UN Special Envoy to Libya Ghassan Salame.

UNITED NATIONS, July 29 (Xinhua) -- A UN envoy said Monday that the detention centers for migrants in Libya should be shuttered amid insecurity resulted from the fighting around the capital Tripoli.

Ghassan Salame, UN secretary-general's special representative for Libya, told the Security Council that over 5,000 refugees and migrant people are being held at detention centers run by a government agency, of which 3800 are exposed to the ongoing fighting.

"What is required is that they be shuttered," he stressed.

Libya descended into chaos after the 2011 unrest that toppled and killed long-time leader Muammar Gaddafi. The chaos resulted in a divided country, with the UN-recognized administration overseeing the west and a rival government in the east.
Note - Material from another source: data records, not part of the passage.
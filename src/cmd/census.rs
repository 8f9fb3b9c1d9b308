//! `bandwarden census`: every emitter in the band, found without a plan.
//!
//! The pipeline turns blocks into rows (one measurement sample each, as `log` uses); the census
//! ([`crate::measure::census`]) detects, tracks and groups emissions row by row. At the end of
//! input (or SIGINT/SIGTERM) the inventory is printed (table or JSON; dBm when calibrated) and,
//! with `--plan-out`, written as a plan. A second signal during the wind-down exits at once.
//!
//! SigMF outputs as `log`'s: `--record` tees the input, `--annotate` writes every emission
//! (labelled with its emitter) at the end, `--capture` saves each emission's IQ as it happens.

use crate::cli::CensusConfig;
use crate::measure::census::{Census, CensusSettings};
use crate::measure::occupancy::DEFAULT_INTERVAL_S;
use crate::messages::note;
use crate::output::census::{
    capture_list, settle_kinds, to_json_value, to_plan, to_table_with_kinds, CensusConsumer,
};
use crate::output::change::BaselineStep;
use crate::output::progress::{Progress, StatusLine};
use crate::output::sigmf::outputs::{annotated_note, SigmfOutputs, SigmfRequest};
use crate::output::sigmf::write as sigmf_write;
use crate::output::sink;
use crate::pipeline::input::unattended_options;
use crate::pipeline::occupancy::{OccupancyRequest, OccupancySetup};
use crate::pipeline::stitch::sweep_view;
use crate::pipeline::stop::Escalation;
use crate::pipeline::{open_input_stoppable, run_to_end, Consumer, Run, RunSpec, StopSignals};
use crate::plan::{Plan, DEFAULT_THRESHOLD_DB};
use crate::source::sanitize;
use anyhow::{bail, Result};
use std::io::Write;
use std::process::ExitCode;

/// Most signals taken from one row, and most emitters kept.
const MAX_SIGNALS: usize = 64;
const MAX_EMITTERS: usize = 256;

pub fn run(mut cfg: CensusConfig) -> Result<ExitCode> {
    let signals = StopSignals::install(false, Escalation::SecondSignalExits)?;
    let src = open_input_stoppable(&cfg.input, &signals)?;
    let info = src.info().clone();
    super::settle_calibration(&mut cfg.calibration, &info)?;
    let sweep = sweep_view(&info, cfg.dsp.fft_size, cfg.sigmf.capture.is_some())?;
    let request = OccupancyRequest {
        dwell_s: cfg.dwell_s,
        threshold_db: DEFAULT_THRESHOLD_DB,
        interval_s: DEFAULT_INTERVAL_S,
        hang_s: cfg.hang_s,
    };
    let setup = OccupancySetup::new(&info, &cfg.dsp, &Plan::default(), &request)?;
    let inputs = cfg.input.files();
    if let Some(out) = &cfg.plan_out {
        sink::refuse_overwrite(out, "--plan-out", &inputs)?;
    }
    let mut settings = CensusSettings {
        detection: cfg.detection,
        timing: setup.timing.clone(),
        hang_rows: setup.timing.hang_samples as u32,
        max_signals: MAX_SIGNALS,
        max_emitters: MAX_EMITTERS,
    };
    if let Some(v) = &sweep {
        v.fit(&mut settings, cfg.hang_s);
    }
    if let Some(out) = &cfg.save_baseline {
        sink::refuse_overwrite(out, "--save-baseline", &inputs)?;
    }
    let baseline =
        BaselineStep::open(cfg.baseline.as_deref(), cfg.save_baseline.as_deref(), cfg.thresholds)?;
    let spec = RunSpec::new(info.clone(), setup.engine.clone(), cfg.dsp.threads);
    spec.check_work()?;

    let (opts, total) = unattended_options(&info, cfg.seconds, cfg.no_drop);
    // The census writes its own annotations (labelled with the emitters' names).
    let sigmf_request =
        SigmfRequest { annotate: None, ..SigmfRequest::of(&cfg.sigmf, cfg.no_drop) };
    let mut sigmf_out = SigmfOutputs::new(
        sigmf_request,
        &cfg.input,
        &info,
        &Plan::default(),
        &inputs,
        opts.block_len,
    )?;
    let mut census = Census::new(settings);
    if let Some(v) = sweep.clone() {
        census = census.with_sweep(v);
    }
    let mut census = CensusConsumer::new(census);
    if cfg.kinds && sweep.is_none() {
        census = census.with_kinds(info.sample_rate_hz, info.center_hz);
    }
    if let Some(path) = &cfg.sigmf.annotate {
        census =
            census.with_annotations(sigmf_out.annotation_writer(path, &cfg.input, &info, &inputs)?);
    }
    if sigmf_out.captures.is_some() {
        census = census.with_triggers();
    }
    let mut status = StatusLine::new(cfg.progress, info.live, Vec::new(), info.sample_rate_hz);
    let total = total.filter(|_| !status.enabled());
    let mut progress = Progress::for_file(total, info.sample_rate_hz);
    let mut consumers: Vec<&mut dyn Consumer> = vec![&mut progress, &mut status];
    if let Some(r) = sigmf_out.recorder.as_mut() {
        consumers.push(r);
    }
    consumers.push(&mut census);
    if let Some(c) = sigmf_out.captures.as_mut() {
        consumers.push(c);
    }
    let outcome = run_to_end(src, opts, Run::new(spec, consumers), Some(&signals))?;
    if outcome.end.reason.is_signal() {
        note(&format!(
            "stopped by {}; the census covers the input read so far",
            signals.signal_name()
        ));
    }
    outcome.conclude(&info.label)?;
    if let Some(lost) = outcome.lost.note() {
        note(&format!("{lost}; emissions across those gaps were cut"));
    }
    sigmf_out.report()?;
    if let (Some(s), Some(path)) = (&census.annotated, &cfg.sigmf.annotate) {
        annotated_note(s, &sigmf_write::pair(path).map_err(anyhow::Error::msg)?.0);
    }
    let Some(result) = census.result() else {
        bail!(
            "the input '{}' is shorter than one measurement sample ({:.1} ms); nothing to count",
            sanitize(&info.label),
            setup.dwell_s() * 1e3
        );
    };
    let mut v = to_json_value(result);
    // The kinds go in before the comparison, which reads today's census from this JSON.
    let kinds = &settle_kinds(&mut v, result, &census.emitter_kinds, cfg.kinds && sweep.is_some());
    let cal = cfg.calibration.as_ref();
    let mut text = if cfg.json {
        String::new()
    } else {
        to_table_with_kinds(result, &sanitize(&info.label), kinds, cal)
    };
    let saved = baseline.apply(&mut v, &mut text, cfg.json)?;
    if cfg.json {
        if cfg.sigmf.capture.is_some() {
            v["captures"] = capture_list(&census.captures);
        }
        cal.iter().for_each(|c| crate::output::levels::add_dbm(&mut v, c, info.center_hz));
        text = format!("{v}\n")
    }
    let mut out = sink::open("-", false, "census")?.out;
    out.write_all(text.as_bytes())?;
    out.flush()?;
    if let Some(path) = &cfg.plan_out {
        let mut file = sink::open(path, false, "plan")?.out;
        file.write_all(to_plan(result, &sanitize(&info.label)).as_bytes())?;
        file.flush()?;
    }
    if let Some(n) = saved {
        note(&n);
    }
    Ok(ExitCode::SUCCESS)
}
As armed groups proliferated, the country emerged as a major transit point for migrants fleeing violence and poverty for a better life in Europe.

In early April, the Libyan National Army, allied with the eastern government, started an offensive on Tripoli. The fighting worsened the humanitarian situation for the migrants in the country.

In his briefing to the Security Council on Monday, Salame cited the airstrike that hit a migrant detention center in Tajoura, to the east of Tripoli, on July 2, which killed 53 and injured at least 87, and the overturn of a boat off the Libyan coast, which killed up to 150 migrants, on July 25.

Salame said the UN humanitarian agencies have worked hard to mitigate the terrible conditions in the migrant detention centers. "Towards this end, I urge the council now to call upon the authorities in Tripoli to take the long-delayed but much needed strategic decision to free those who are detained in these centers."

He said UNSMIL, the UN political mission in Libya, has devised a plan for an organized and gradual closure of all detention centers and seeks the council's support for its implementation.

According to the UN figures, in 2019, nearly 4,500 refugees and migrants were disembarked in Libya, with serious risks of detention, arbitrary arrest and being trapped by the fighting.